The credit belongs to the entrepreneur who is actually in the arena, whose face is marred by dust and sweat and blood; who strives valiantly; who errs, who comes short again and again, because there is no effort without error and shortcoming.

The entrepreneur does actually strive to do the deeds; who knows great enthusiasms, the great devotions; who spends himself or herself in a worthy cause; who at the best knows in the end the triumph of high achievement, and who at the worst, if he or she fails, at least fails while daring greatly, so that his or her place shall never be with those cold and timid souls who neither know victory nor defeat."

- Theodore Roosevelt ("man" replaced with "entrepreneur”)

Avoid critics and stooges until it's time (when is that? #10).

5. Circumvent orders aimed at stopping your mission. Traditional planning takes months or years; intrapreneurs make dozens of decisions a day (see Pinchot’s How Intrapreneurs Plan, below).

Entrepreneurs circumvent orders aimed at slowing down how innovation actually works. Use your sponsor when you need help. And remember, it's easier to ask for forgiveness than permission.

“How Intrapreneurs Plan,” Intrapreneuring, Gifford Pinchot, 1985

6. Do any job, regardless of your job description. Intrapreneuring is dirty work. As Thomas Edison said, "Vision without execution is hallucination." 

Traditional managers delegate; entrepreneurs act. They talk with customers directly—they don’t rely on analysts. The dig for data when it's missing. When there’s a problem, they fix it. It doesn’t matter what your job description is.

7. Honor your sponsors. Entrepreneurs break the rules for their cause. But you’ll need help. Honor sponsors, mentors and investors--let them help you.

8. Follow your intuition about the people you choose, work only with the best. Startups succeed in part because they attract top talent. Entrepreneurs are rebels, cowboys, rule-breakers. Insist on working with the best.

As Reid Hoffman says, your team’s diversity is its genetic code. So if your team is diverse, your choices will be better and less biased.

Build a diverse team, band together, and go.
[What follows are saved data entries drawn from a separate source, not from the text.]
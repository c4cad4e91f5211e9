"""Trial stacks over HTTP."""

from __future__ import annotations

import numpy as np
import pytest

from engine.films.trial import Plane, Slab, Stack, calculated, refine
from service.films.orders import orders_of
from service.intake import check
from service.schemas.film_reports import TrialReport
from tests import samples_films
from tests.service.problem_shape import assert_problem

REQUEST = samples_films.requests("")["coating_trial.json"]
ADDRESS = "/v1/films/trial"
FLAT = {"kind": "slab", "name": "x", "lower": 2.0, "upper": 1.0, "density": 1.0}


def engine_stack():
    sheet, middle, oxygen = REQUEST["parts"]
    return Stack.of(
        REQUEST["orders"]["period"],
        [
            Slab.between("sheet", sheet["lower"], sheet["upper"], density=sheet["density"], roughness=0.4),
            Plane.of("middle", 0.0, strength=middle["strength"], width=0.4),
            Plane.of("oxygen", 2.0, strength=oxygen["strength"], width=0.4),
        ],
        symmetry="m",
        background=samples_films.WATER,
        unit="e/Å³",
    )


def test_refined_numbers_are_those_of_the_engine(client):
    answer = client.post(ADDRESS, json=REQUEST)
    assert answer.status_code == 200, answer.text
    told = answer.json()
    TrialReport.model_validate(told, strict=True)
    request = check("film_trial", REQUEST, {}, max_body_bytes=2**20)[1]
    found = refine(engine_stack(), orders_of(request.orders, ("orders",)), REQUEST["refine"])
    assert [row["parameter"] for row in told["parameters"]] == REQUEST["refine"]
    np.testing.assert_allclose([row["value"] for row in told["parameters"]], found.values, rtol=1e-6)
    np.testing.assert_allclose([row["sigma"] for row in told["parameters"]], found.sigma, rtol=1e-6)
    assert told["refined"]["r_factor"] == pytest.approx(found.r_factor)
    assert told["refined"]["degrees"] == samples_films.ORDERS - len(REQUEST["refine"])
    for row in told["orders"]:
        assert row["difference"] == pytest.approx(row["measured"] - row["calculated"])


def test_without_refinement_the_model_stands(client):
    told = client.post(ADDRESS, json={**REQUEST, "refine": []}).json()
    assert told["refined"] is None
    assert told["parameters"] == []
    model = calculated(engine_stack(), np.arange(1, samples_films.ORDERS + 1))
    np.testing.assert_allclose([row["calculated"] for row in told["orders"]], np.abs(model))
    for row, factor in zip(told["orders"], model, strict=True):
        assert np.cos(np.radians(row["phase_deg"])) == pytest.approx(np.sign(factor.real))


@pytest.mark.parametrize(
    ("table", "first"), [("parameters", "parameter"), ("orders", "order"), ("profile", "distance_angstrom")]
)
def test_tables(client, table, first):
    answer = client.post(ADDRESS, json={**REQUEST, "table": table}, headers={"Accept": "text/csv"})
    lines = [line for line in answer.text.splitlines() if not line.startswith("#")]
    assert lines[0].split(",")[0] == first


@pytest.mark.parametrize(
    ("members", "pointer"),
    [
        ({"refine": ["sheet.colour"]}, "/refine"),
        ({"refine": ["nothing.position"]}, "/refine"),
        ({"refine": ["middle.position"]}, "/refine"),
        ({"parts": [REQUEST["parts"][1]] * 2}, "/parts"),
        ({"parts": [{"kind": "plane", "name": "x", "position": 1.0}], "refine": []}, "/parts/0"),
        ({"parts": [FLAT], "refine": []}, "/parts/0"),
        ({"bounds": {"sheet.density": [2.0, 3.0]}}, "/bounds"),
    ],
)
def test_refusals(client, members, pointer):
    answer = client.post(ADDRESS, json={**REQUEST, **members})
    assert_problem(answer, 422, answer.json()["errors"][0]["pointer"])
    assert answer.json()["errors"][0]["pointer"].startswith(pointer), answer.text
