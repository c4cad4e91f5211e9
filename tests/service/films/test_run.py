"""Films through the whole service in this process: forms of the answer, columns beside a request, runs, oddities."""

from __future__ import annotations

import copy
import csv
import io
import json

import numpy as np
import pytest
from hypothesis import given, settings
from hypothesis import strategies as st

from service import intake, pipeline
from service.analyses.report import Limits
from service.films import run
from service.openapi import EXAMPLES
from service.problems import Problem
from service.schemas.film_reports import FILM_REPORTS
from service.settings import Settings
from tests.service.analyses.asked import numbers, table
from tests.service.bodies import FORM, form
from tests.service.films.asked import (
    FILM,
    GIVEN,
    ORDERS,
    PERIOD,
    RUN,
    SIMPLE,
    TASK,
    WAVELENGTH,
    amplitudes,
    answered,
    asked,
    changed,
    members,
    refused,
)
from tests.service.test_mutations import ODDITIES, places

LIMITS = Limits(max_bytes=2**28, max_rows=1000, max_values=100_000)


def read(product, body, *parts):
    """The answer to a request with files beside it."""
    sent = form(("request", "application/json", json.dumps(body).encode()), *parts)
    found = intake.read(product, FORM, sent, max_body_bytes=2**20)[1]
    return json.loads(pipeline.film_answer(found, "json", Settings(), threads=1))


def archive(columns):
    made = io.BytesIO()
    np.savez(made, **{name: np.array(value) for name, value in columns.items()})
    return made.getvalue()


def text(columns):
    made = io.StringIO()
    writer = csv.writer(made)
    writer.writerow(columns)
    writer.writerows(zip(*columns.values(), strict=True))
    return made.getvalue().encode()


@pytest.mark.parametrize(("kind", "pack"), [("text/csv", text), ("application/x-npz", archive)])
def test_columns_beside_the_request(kind, pack):
    columns = {name: value for name, value in SIMPLE["scan"].items() if isinstance(value, list)}
    columns["order"] = [0, 2, 0, 0, 0]
    columns["saturated"] = [1, 0, 0, 0, 0]
    body = changed(SIMPLE, scan={"wavelength": WAVELENGTH})
    expected = answered("film", changed(SIMPLE, scan={**columns, "wavelength": WAVELENGTH}))
    found = read("film", body, ("columns", kind, pack(columns)))
    assert found == expected
    assert found["orders"][0]["flags"]


def test_columns_that_are_none_of_a_scan():
    columns = {"two_theta_deg": [4.6, 9.2], "height": [1.0, 2.0]}
    with pytest.raises(Problem) as caught:
        read("film", SIMPLE, ("columns", "text/csv", text(columns)))
    assert caught.value.status in (400, 422)
    assert "height" in caught.value.detail


@pytest.mark.parametrize("product", ["film", "film_run"])
def test_examples_are_answered(product):
    FILM_REPORTS[product].model_validate(answered(product, EXAMPLES[product]), strict=True)


def test_a_run_is_one_film_after_the_other():
    made = answered("film_run", RUN)
    assert made["variable"] == {"name": "relative humidity", "unit": "%", "values": [10, 40]}
    alone = {name: value for name, value in RUN.items() if name not in ("members", "variable", "variable_unit")}
    for member, told in zip(RUN["members"], made["members"], strict=True):
        one = {**alone, "product": "film", "scan": {**RUN["scan"], **member["scan"]}}
        assert told == answered("film", one)
    for row, told, period in zip(made["table"], made["members"], (19.2, 19.5), strict=True):
        assert row["period"] == told["spacing"]["period"] == pytest.approx(period, abs=1e-3)
        assert row["layers"] == len(told["layers"])
        assert row["sheet"] == told["regions"][0]["integral"]
        assert row["gallery_sigma"] == told["regions"][1]["sigma"]
        assert row["decided"] is told["signs"]["decided"]
        assert row["mean"] is None
    assert set(made["notes"]) >= {note for told in made["members"] for note in told["notes"]}


def test_the_table_of_a_run_has_one_row_a_film():
    head, found = table(answered("film_run", RUN, "csv"))
    made = answered("film_run", RUN)["table"]
    assert head[0] == "value: relative humidity (%)"
    for name in ("value", "period", "period_sigma", "layers", "sheet", "gallery_sigma"):
        assert numbers(found[name]) == [row[name] for row in made]
    assert found["mean"] == ["", ""]


def test_progress_of_a_run_is_told():
    steps = []
    limits = Limits(max_bytes=2**28, max_rows=1, max_values=1, progress=lambda done, whole: steps.append((done, whole)))
    run.film_run(asked("film_run", RUN), limits)
    assert steps == [(1, 2), (2, 2)]


ABSOLUTE = {**RUN, "facts": TASK["facts"], "phases": TASK["phases"]}


@pytest.mark.parametrize(
    ("body", "pointer", "words"),
    [
        (changed(RUN, members__1__scan__two_theta_deg__2=190.0), "/members/1/scan/two_theta_deg/2", ""),
        (changed(RUN, members__1__scan__intensity=[1.0]), "/members/1/scan/intensity", ""),
        (changed(RUN, members__1__scan__intensity=[-1.0] * 5), "/members/1/scan/intensity", ""),
        (changed(RUN, members__1__scan__intensity_sigma=...), "/members/1/scan/intensity_sigma", ""),
        (changed(RUN, members__1__scan__order=[1, 2, 3, 3, 5]), "/members/1/scan/order/2", ""),
        (changed(RUN, members__1__scan__two_theta_deg__1="9"), "/members/1/scan/two_theta_deg/1", ""),
        (changed(RUN, members__1__scan__wdith=[1.0]), "/members/1/scan/wdith", ""),
        (changed(RUN, members__1__scan=...), "/members/1/scan", ""),
        (changed(RUN, members__1__value=...), "/members/1/value", ""),
        (changed(RUN, members__1__value="x"), "/members/1/value", ""),
        (changed(RUN, members=[]), "/members", ""),
        (changed(RUN, scan__wavelength=...), "/members/0/scan/wavelength", ""),
        (changed(RUN, members__1__scan__width_sigma__2=0.0), "/members/1/scan/width_sigma/2", ""),
        (changed(RUN, regions__0__to=24.3), "/regions/0", "in member 0"),
        (changed(RUN, regions__0={"name": "all", "from": 0, "to": 19.4}), "/regions/0", "in member 0"),
        (changed(ABSOLUTE, members=members(19.5, 19.2), facts__1__to=16.4), "/facts/1", "in member 1"),
        (changed(RUN, regions__0__name="period"), "/regions/0/name", ""),
        (changed(RUN, regions__1__name="sheet_sigma"), "/regions/1/name", ""),
        (changed(RUN, regions__1__name="sheet"), "/regions/1/name", ""),
        (changed(RUN, spacing__critical_q=5.0), "/spacing/critical_q", "in member 0"),
        (changed(RUN, phases__known_signs={"77": 1}), "/phases/known_signs/77", "in member 0"),
        (changed(RUN, product="film"), "/product", ""),
    ],
)
def test_what_is_at_fault_in_a_run(body, pointer, words):
    found, reason, cure = refused("film_run", body)
    assert found == pointer, (found, reason, cure)
    assert words in reason


@pytest.mark.parametrize("form", ["png", "svg"])
@pytest.mark.parametrize(("product", "good"), [("film", GIVEN), ("film_run", RUN)])
def test_pictures(form, product, good):
    pytest.importorskip("matplotlib")
    made = answered(product, {**good, "picture": {"width": 620, "height": 500, "theme": "dark"}}, form)
    assert made.startswith(b"\x89PNG" if form == "png" else b"<?xml")
    assert refused(product, {**good, "picture": {"width": 1}}, form)[0] == "/picture/width"
    place = "/members/0/scan/wavelength" if product == "film_run" else "/scan/wavelength"
    assert refused(product, changed(good, scan__wavelength=...), form)[0] == place


def test_the_truth_comes_back_from_any_period():
    for period in (14.3, 21.7):
        body = changed(SIMPLE, scan=members(period)[0]["scan"], corrections=TASK["corrections"])
        made = answered("film", changed(body, scan__wavelength=WAVELENGTH))
        assert made["spacing"]["period"] == pytest.approx(period, abs=1e-3)
        found = np.array([one["amplitude"] for one in made["orders"]])
        f = np.abs(amplitudes(period))
        strong = f > 0.3 * f.max()
        ratio = found[strong] / f[strong]
        np.testing.assert_allclose(ratio / ratio[0], 1, atol=0.02)
    assert ORDERS.size == len(made["orders"])
    assert period != PERIOD


BODIES = {"film": [FILM, GIVEN, SIMPLE], "film_run": [RUN]}


@st.composite
def spoilt(draw):
    """A good request with one place changed, of which every depth is as likely."""
    product = draw(st.sampled_from(sorted(BODIES)))
    made = copy.deepcopy(draw(st.sampled_from(BODIES[product])))
    found = sorted(places(made), key=str)
    length = draw(st.sampled_from(sorted({len(path) for path in found})))
    path = draw(st.sampled_from([path for path in found if len(path) == length]))
    place = made
    for key in path[:-1]:
        place = place[key]
    old = place[path[-1]]
    if draw(st.booleans()) and isinstance(old, int | float) and not isinstance(old, bool):
        place[path[-1]] = old * draw(st.sampled_from([-1.0, 0.0, 1e-8, 0.5, 3.0, 1e3, 1e12, 1e100]))
    elif draw(st.booleans()):
        place[path[-1]] = copy.deepcopy(draw(st.sampled_from(ODDITIES)))
    else:
        del place[path[-1]]
    return product, made


@given(spoilt())
@settings(max_examples=40, derandomize=True)
def test_spoilt_requests_are_answered_or_refused(request):
    product, body = request
    problem = None
    try:
        made = answered(product, body)
    except Problem as fault:
        problem = fault
    if problem is None:
        FILM_REPORTS[product].model_validate(made, strict=True)
    else:
        assert problem.status == 422
        assert all(place.reason and place.cure for place in problem.places)
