"""Contrast series over HTTP."""

from __future__ import annotations

import numpy as np
import pytest

from engine.films.swelling import contrast_signs
from service.films.contrast import contrast
from service.films.orders import orders_of
from service.intake import check
from service.schemas.film_reports import ContrastReport
from tests import samples_films
from tests.service.problem_shape import assert_problem

REQUEST = samples_films.requests("")["coating_contrast.json"]
ADDRESS = "/v1/films/contrast"
SETS = REQUEST["sets"]


def checked(**members):
    return check("film_contrast", {**REQUEST, **members}, {}, max_body_bytes=2**20)[1]


def without(one, *orders):
    """The set less some of its orders."""
    keep = [row for row, order in enumerate(one["order"]) if order not in orders]
    return {**one, **{name: [one[name][row] for row in keep] for name in ("order", "amplitude", "sigma")}}


def test_report_is_that_of_the_engine(client):
    answer = client.post(ADDRESS, json=REQUEST)
    assert answer.status_code == 200, answer.text
    told = answer.json()
    ContrastReport.model_validate(told, strict=True)
    sets = [orders_of(one, ("sets",)) for one in checked().sets]
    found = contrast_signs(sets, samples_films.SHARES, exchange="edge")
    assert [row["sign"] for row in told["orders"]] == found.signs.T.ravel().tolist()
    assert [row["amplitude"] for row in told["orders"]] == np.concatenate([one.amplitude for one in sets]).tolist()
    np.testing.assert_allclose([row["slope"] for row in told["lines"]], found.line[:, 1])
    np.testing.assert_allclose(
        [row["constant_sigma"] for row in told["lines"]], np.sqrt(found.line_covariance[:, 0, 0])
    )
    for row in told["orders"]:
        assert row["sign"] * row["amplitude"] == pytest.approx(row["fitted"] + row["residual"])


def test_signs_are_those_of_the_stack_it_was_made_of():
    """All but one, which all but vanishes there; it is told to be open."""
    told = contrast(checked()).document
    assert not told["settled"]
    assert told["verdict"] == "Signs are not decided at every contrast for order 7."
    assert [(row["order"], row["contrast"]) for row in told["orders"] if not row["decided"]] == [(7, 1.0)]
    for row in told["orders"]:
        truth = samples_films.neutron(np.array([float(row["order"])]), row["contrast"])[0]
        assert row["sign"] == np.sign(truth) or not row["decided"]
    for row in told["lines"]:
        order = np.array([float(row["order"])])
        dry = samples_films.neutron(order, 0.0)[0]
        assert abs(row["constant"] - dry) < 4 * row["constant_sigma"]
        assert abs(row["slope"] - (samples_films.neutron(order, 1.0)[0] - dry)) < 4 * row["slope_sigma"]


def test_settled_without_the_vanishing_order():
    told = contrast(checked(sets=[without(one, 7) for one in SETS])).document
    assert told["settled"]
    assert told["verdict"] == "All signs are decided."


def test_without_the_place_of_exchange_nothing_is_decided():
    told = contrast(checked(exchange=None)).document
    assert not told["settled"]
    assert told["verdict"] == "No sign is decided."
    assert [row["order"] for row in told["lines"] if not row["relative_decided"]] == [7]


def test_absent_orders_and_the_doubt_are_named():
    """The first order in two sets only; of the second order one sign is in doubt where its σ is wide."""
    sets = [without(SETS[0], 1), without(SETS[1], 1), SETS[2], SETS[3]]
    told = contrast(checked(sets=sets)).document
    assert told["unused"] == [1]
    assert len(told["orders"]) == 4 * (samples_films.ORDERS - 1)
    assert [row["set"] for row in told["orders"]] == [1 + row // 6 for row in range(24)]
    wide = [{**one, "sigma": [one["sigma"][0], 50.0, *one["sigma"][2:]]} for one in SETS]
    told = contrast(checked(sets=wide)).document
    assert told["verdict"] == "Signs are not decided at every contrast for order 2, 7."


def test_table(client):
    lines = client.post(ADDRESS, json=REQUEST, headers={"Accept": "text/csv"}).text.splitlines()
    table = [line.split(",") for line in lines if not line.startswith("#")]
    assert table[0][:3] == ["set", "contrast", "order"]
    assert len(table) == 1 + len(SETS) * samples_films.ORDERS


@pytest.mark.parametrize(
    ("members", "pointer"),
    [
        ({"sets": SETS[:2]}, "/sets"),
        ({"sets": [{**one, "contrast": 0.5} for one in SETS]}, "/sets"),
        ({"sets": [*SETS[:3], {**SETS[3], "period": 18.0}]}, "/sets"),
        ({"sets": [*SETS[:3], {**SETS[3], "unit": "e/Å³"}]}, "/sets"),
        ({"sets": [*SETS[:3], {name: SETS[3][name] for name in SETS[3] if name != "sigma"}]}, "/sets/3/sigma"),
        ({"sets": [*SETS[:3], {**SETS[3], "order": [1, 1, 2, 3, 4, 5, 6]}]}, "/sets/3/order"),
        ({"slope_sign": [1.0]}, "/slope_sign"),
        ({"exchange": None, "slope_sign": [1.0]}, "/slope_sign"),
        ({"exchange": None, "slope_sign": [0.5] * 7}, "/slope_sign/0"),
        ({"exchange": "side"}, "/exchange"),
        ({"model_error": 1.0}, "/model_error"),
    ],
)
def test_refusals(client, members, pointer):
    answer = client.post(ADDRESS, json={**REQUEST, **members})
    assert_problem(answer, 422, answer.json()["errors"][0]["pointer"])
    assert answer.json()["errors"][0]["pointer"].startswith(pointer), answer.text


def test_pictures_are_not_offered(client):
    assert client.post(ADDRESS, json=REQUEST, headers={"Accept": "image/png"}).status_code == 406
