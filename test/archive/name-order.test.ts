import fc from 'fast-check';
import { describe, expect, it } from 'vitest';
import { byName, inNameOrder } from '../../src/archive/name-order.ts';

describe('the order of names', () => {
  it('goes by the value of figures, and by character otherwise', () => {
    const names = ['K10', 'K2', 'K02', 'k1', 'A', '10', '9', 'K2b', ''];
    expect([...names].sort(byName)).toEqual(['', '9', '10', 'A', 'K02', 'K2', 'K2b', 'K10', 'k1']);
  });

  it('is the same whatever order the names come in', () => {
    const name = fc.string({
      unit: fc.constantFrom('0', '1', '2', '9', 'a', 'B', ' '),
      maxLength: 5,
    });
    fc.assert(
      fc.property(fc.uniqueArray(name, { maxLength: 8 }), (names) => {
        const sorted = inNameOrder(names, (one) => one);
        expect(inNameOrder([...names].reverse(), (one) => one)).toEqual(sorted);
        for (const [i, one] of sorted.entries()) {
          for (const later of sorted.slice(i + 1)) expect(byName(one, later)).toBeLessThan(0);
        }
      }),
      { seed: 1 },
    );
  });
});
9. Never bet on a race unless you're running in it. Entrepreneurs don't go all-in until they know which race they're running. Usually, it takes a long time to identify the race, to truly discover which race you’re running.

Consider the "How Intrapreneurs Plan" chart. Notice that some goals are abandoned entirely. This is like a startup that changes their business model as they go or responds to a sudden market change like the pandemic.

Intrapreneurs spend time defining the race before they run it. Then they run hard. 

10. Be realistic about your goals. Every overnight success is years in the making. Keep the stages of venture capital investing in mind—the levels are a roadmap to business maturity:

  • Seed rounds are the concept phase when you build a minimally viable product.

  • A rounds are for proving your product with early adopters.

  • B rounds are for going to market. It takes most ideas years to get to this stage. This is when you’re ready to plan how to scale.

  • C rounds are for scale. Sales and marketing now dominate.

New ideas take years to scale, don’t rush.

Putting it all together

In his research, Pinchot found that innovation in big companies almost never happens without an individual or small group passionately dedicated to making it happen. His manifesto is worth refreshing, remembering, and resharing.


ENDNOTES

(1) I first wrote about Intrapreneuring in 2010, and now again in 2021.